* _Your objective_: Below are records; reproduce exactly the lines from the first through the one containing "the shared database".

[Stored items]
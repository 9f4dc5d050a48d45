import { defineConfig } from 'vitest/config';

export default defineConfig({
  test: {
    include: ['tests/**/*.spec.ts'],
    // One browser per file; files run one after another so journeys on the shared database
    // and inbox do not interleave, and the 2-core machine is not oversubscribed.
    fileParallelism: false,
    testTimeout: 60_000,
    hookTimeout: 60_000,
  },
});
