import Chip, { type ChipProps } from '@mui/material/Chip';
import type { FitVerdict } from '@/types/api';
import { verdictLabels, verdictSeverity } from './fit-labels';

/** A fit verdict as a small chip (colour and words, never colour alone). */
export function VerdictChip({
  verdict,
  size = 'small',
}: {
  verdict: FitVerdict;
  size?: ChipProps['size'];
}) {
  return (
    <Chip
      size={size}
      variant="outlined"
      color={verdictSeverity[verdict]}
      label={verdictLabels[verdict]}
      sx={{ bgcolor: 'background.paper' }}
    />
  );
}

* _Solved problem_:
repository 9f4dc5d050a48d45
import { defineConfig } from 'vitest/config';

export default defineConfig({
  test: {
    include: ['tests/**/*.spec.ts'],
    // One browser per file; files run one after another so journeys on the shared database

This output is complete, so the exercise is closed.